ENTRIES SUPPLIED START

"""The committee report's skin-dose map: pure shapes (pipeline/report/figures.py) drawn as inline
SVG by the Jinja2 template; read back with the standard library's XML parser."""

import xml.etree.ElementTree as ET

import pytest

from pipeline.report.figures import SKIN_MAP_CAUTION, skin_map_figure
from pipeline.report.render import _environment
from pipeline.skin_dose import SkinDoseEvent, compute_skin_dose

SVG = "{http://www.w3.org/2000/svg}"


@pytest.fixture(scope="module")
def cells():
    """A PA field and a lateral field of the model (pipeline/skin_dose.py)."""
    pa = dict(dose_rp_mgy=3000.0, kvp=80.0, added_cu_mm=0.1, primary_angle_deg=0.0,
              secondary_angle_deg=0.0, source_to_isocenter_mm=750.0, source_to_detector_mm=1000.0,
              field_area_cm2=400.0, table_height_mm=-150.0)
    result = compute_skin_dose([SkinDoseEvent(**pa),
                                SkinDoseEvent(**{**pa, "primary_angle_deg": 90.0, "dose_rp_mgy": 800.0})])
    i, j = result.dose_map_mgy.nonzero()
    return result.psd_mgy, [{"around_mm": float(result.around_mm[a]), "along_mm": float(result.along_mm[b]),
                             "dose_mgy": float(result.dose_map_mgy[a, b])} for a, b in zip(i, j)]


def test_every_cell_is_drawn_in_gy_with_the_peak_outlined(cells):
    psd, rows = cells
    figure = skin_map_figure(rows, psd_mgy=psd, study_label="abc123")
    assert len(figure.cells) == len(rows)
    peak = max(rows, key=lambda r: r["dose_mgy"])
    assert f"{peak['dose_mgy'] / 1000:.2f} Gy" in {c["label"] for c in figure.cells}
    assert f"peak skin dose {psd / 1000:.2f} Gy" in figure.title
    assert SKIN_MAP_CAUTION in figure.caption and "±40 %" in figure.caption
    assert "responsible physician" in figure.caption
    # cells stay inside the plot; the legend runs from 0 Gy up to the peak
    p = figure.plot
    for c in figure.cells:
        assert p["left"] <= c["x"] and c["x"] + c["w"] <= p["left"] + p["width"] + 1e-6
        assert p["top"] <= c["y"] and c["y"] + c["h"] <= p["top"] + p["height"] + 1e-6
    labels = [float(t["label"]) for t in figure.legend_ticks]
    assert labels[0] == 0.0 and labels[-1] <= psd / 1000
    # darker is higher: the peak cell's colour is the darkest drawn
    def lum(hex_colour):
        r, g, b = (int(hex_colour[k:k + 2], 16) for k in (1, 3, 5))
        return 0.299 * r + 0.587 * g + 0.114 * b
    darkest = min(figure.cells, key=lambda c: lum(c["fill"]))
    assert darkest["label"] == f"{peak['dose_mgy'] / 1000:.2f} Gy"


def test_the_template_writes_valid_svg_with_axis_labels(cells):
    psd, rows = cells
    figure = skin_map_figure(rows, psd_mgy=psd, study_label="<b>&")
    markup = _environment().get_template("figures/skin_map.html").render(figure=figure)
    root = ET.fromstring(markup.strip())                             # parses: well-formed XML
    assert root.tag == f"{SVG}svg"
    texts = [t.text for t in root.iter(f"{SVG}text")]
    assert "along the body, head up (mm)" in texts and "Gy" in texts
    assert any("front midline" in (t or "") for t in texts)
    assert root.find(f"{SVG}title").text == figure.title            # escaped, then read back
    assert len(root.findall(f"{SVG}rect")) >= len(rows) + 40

ENTRIES SUPPLIED END

**PROBLEM STATEMENT:** The range runs from the line above containing "from pipeline.skin_dose import" to the line containing "r, g, b = (int(hex_colour[k:k", inclusive. Restate those lines word for word and no others.

**ANSWER TO THIS EXERCISE:**
from pipeline.skin_dose import SkinDoseEvent, compute_skin_dose

SVG = "{http://www.w3.org/2000/svg}"


@pytest.fixture(scope="module")
def cells():
    """A PA field and a lateral field of the model (pipeline/skin_dose.py)."""
    pa = dict(dose_rp_mgy=3000.0, kvp=80.0, added_cu_mm=0.1, primary_angle_deg=0.0,
              secondary_angle_deg=0.0, source_to_isocenter_mm=750.0, source_to_detector_mm=1000.0,
              field_area_cm2=400.0, table_height_mm=-150.0)
    result = compute_skin_dose([SkinDoseEvent(**pa),
                                SkinDoseEvent(**{**pa, "primary_angle_deg": 90.0, "dose_rp_mgy": 800.0})])
    i, j = result.dose_map_mgy.nonzero()
    return result.psd_mgy, [{"around_mm": float(result.around_mm[a]), "along_mm": float(result.along_mm[b]),
                             "dose_mgy": float(result.dose_map_mgy[a, b])} for a, b in zip(i, j)]


def test_every_cell_is_drawn_in_gy_with_the_peak_outlined(cells):
    psd, rows = cells
    figure = skin_map_figure(rows, psd_mgy=psd, study_label="abc123")
    assert len(figure.cells) == len(rows)
    peak = max(rows, key=lambda r: r["dose_mgy"])
    assert f"{peak['dose_mgy'] / 1000:.2f} Gy" in {c["label"] for c in figure.cells}
    assert f"peak skin dose {psd / 1000:.2f} Gy" in figure.title
    assert SKIN_MAP_CAUTION in figure.caption and "±40 %" in figure.caption
    assert "responsible physician" in figure.caption
    # cells stay inside the plot; the legend runs from 0 Gy up to the peak
    p = figure.plot
    for c in figure.cells:
        assert p["left"] <= c["x"] and c["x"] + c["w"] <= p["left"] + p["width"] + 1e-6
        assert p["top"] <= c["y"] and c["y"] + c["h"] <= p["top"] + p["height"] + 1e-6
    labels = [float(t["label"]) for t in figure.legend_ticks]
    assert labels[0] == 0.0 and labels[-1] <= psd / 1000
    # darker is higher: the peak cell's colour is the darkest drawn
    def lum(hex_colour):
        r, g, b = (int(hex_colour[k:k + 2], 16) for k in (1, 3, 5))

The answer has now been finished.